This is a quick tutorial on how to use scipy to work with sparse matrix types in python. To get started, you need to make sure that python, the scipy package, and the numpy package are installed on your computer. All of these, plus many more useful tools for scientific computation, can be easily installed by downloading and installing anaconda. Details for doing so can be found here: https://www.anaconda.com/.
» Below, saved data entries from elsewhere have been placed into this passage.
"""The open shutter is an unbiased box filter over [t - shutter/2, t + shutter/2].

A pixel whose ray a plate covers for a fraction f of the exposure must record f times
the light of the covered pixel. The analytic covered fraction follows from the plate's
straight worldline: with the delay effect, the pixel's ray along +y meets the plate's
front face (at y = D) at the emission time t_camera - D/c, so the leading edge, which
moves at beta c, crosses that ray at the camera time t_x = t_e + D/c; the pixel is
covered from t_x on (physics.md, "What the camera records").
"""

from __future__ import annotations

import numpy as np
import pytest
from conftest import dict_scene

import relview
from relview.kinematics.lorentz import C
from relview.renderer import exposure_times

SHUTTER = 1e-8  # s
BETA = 0.5
DISTANCE = 10.0  # m, camera to the plate's front face
WIDTH = 100.0  # m, plate rest length along the motion (contracted: WIDTH / gamma)


def _plate_scene(covered: float, shutter: float, shutter_samples: int = 8):
    """Camera at the origin looking along +y at a wide plate moving along +x whose leading
    edge crosses the central pixel's ray so that it covers that ray for the fraction
    ``covered`` of the exposure (nominal time 0)."""
    gamma = 1.0 / np.sqrt(1.0 - BETA**2)
    t_cross = (0.5 - covered) * SHUTTER  # camera time at which the edge reaches the ray
    t_emit = t_cross - DISTANCE / C
    # leading edge x_centre + WIDTH/(2 gamma) = 0 at t_emit; centre at x0 + BETA c t
    x0 = -WIDTH / (2 * gamma) - BETA * C * t_emit
    camera = {"position": [0.0, 0.0, 0.0], "look_at": [0.0, 1.0, 0.0], "fov": 10.0}
    plate = {
        "name": "plate",
        "shape": "box",
        "size": [WIDTH, 0.2, 100.0],
        "motion": {"beta": [BETA, 0.0, 0.0], "position": [x0, DISTANCE + 0.1, 0.0]},
        "surface": {"blackbody": 6000.0},
    }
    render = {
        "resolution": [5, 5],
        "samples": 1,
        "exposure": 1e6,
        "shutter": shutter,
        "shutter_samples": shutter_samples,
    }
    return dict_scene(camera, [plate], render)


def _centre_luminance(scene, time=None) -> float:
    return float(relview.render(scene, time).layers["xyz"][2, 2, 1])


def test_exposure_events_are_equal_strata_without_a_repeated_nominal_time():
    # midpoint rule on n equal strata (the stratified box filter; e.g. Pharr, Jakob &
    # Humphreys, Physically Based Rendering, 3rd ed., section 7.3)
    times = exposure_times(0.0, 1.0, 1, 8)
    np.testing.assert_allclose(times, (np.arange(8) + 0.5) / 8 - 0.5, rtol=0, atol=1e-15)
    assert len(np.unique(times)) == 8


@pytest.mark.parametrize("covered, shutter_samples", [(0.5, 8), (0.25, 8), (0.75, 16)])
def test_a_pixel_covered_for_a_fraction_of_the_exposure_records_that_fraction(
    covered, shutter_samples
):
    full = _centre_luminance(_plate_scene(covered, 0.0), time=SHUTTER)  # covered, instant
    empty = _centre_luminance(_plate_scene(covered, 0.0), time=-SHUTTER)
    assert full > 0 and empty == 0  # the plate is in and out of that ray
    blurred = _centre_luminance(_plate_scene(covered, SHUTTER, shutter_samples))
    # these fractions fall on stratum boundaries, where the midpoint rule is exact
    assert blurred / full == pytest.approx(covered, rel=1e-9)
First we will create a sparse matrix with $m$ rows and $n$ columns. The code snippet below shows us how to do so.
import scipy.sparse
import numpy
import scipy.sparse.linalg
m = 3
n = 3
sparse_matrix = scipy.sparse.lil_matrix((m,n))
This creates a sparse matrix sparse_matrix,
specifically a lil_matrix type matrix. Now we will
enter a few non-zero entries into the matrix. All other entries
will be $0$ by default.
sparse_matrix[0,0] = 1
sparse_matrix[0,1] = 1
sparse_matrix[1,1] = 2
sparse_matrix[2,1] = 1
sparse_matrix[2,2] = 3
print('sparse_matrix =\n',sparse_matrix.toarray())
sparse_matrix = [[1. 1. 0.] [0. 2. 0.] [0. 1. 3.]]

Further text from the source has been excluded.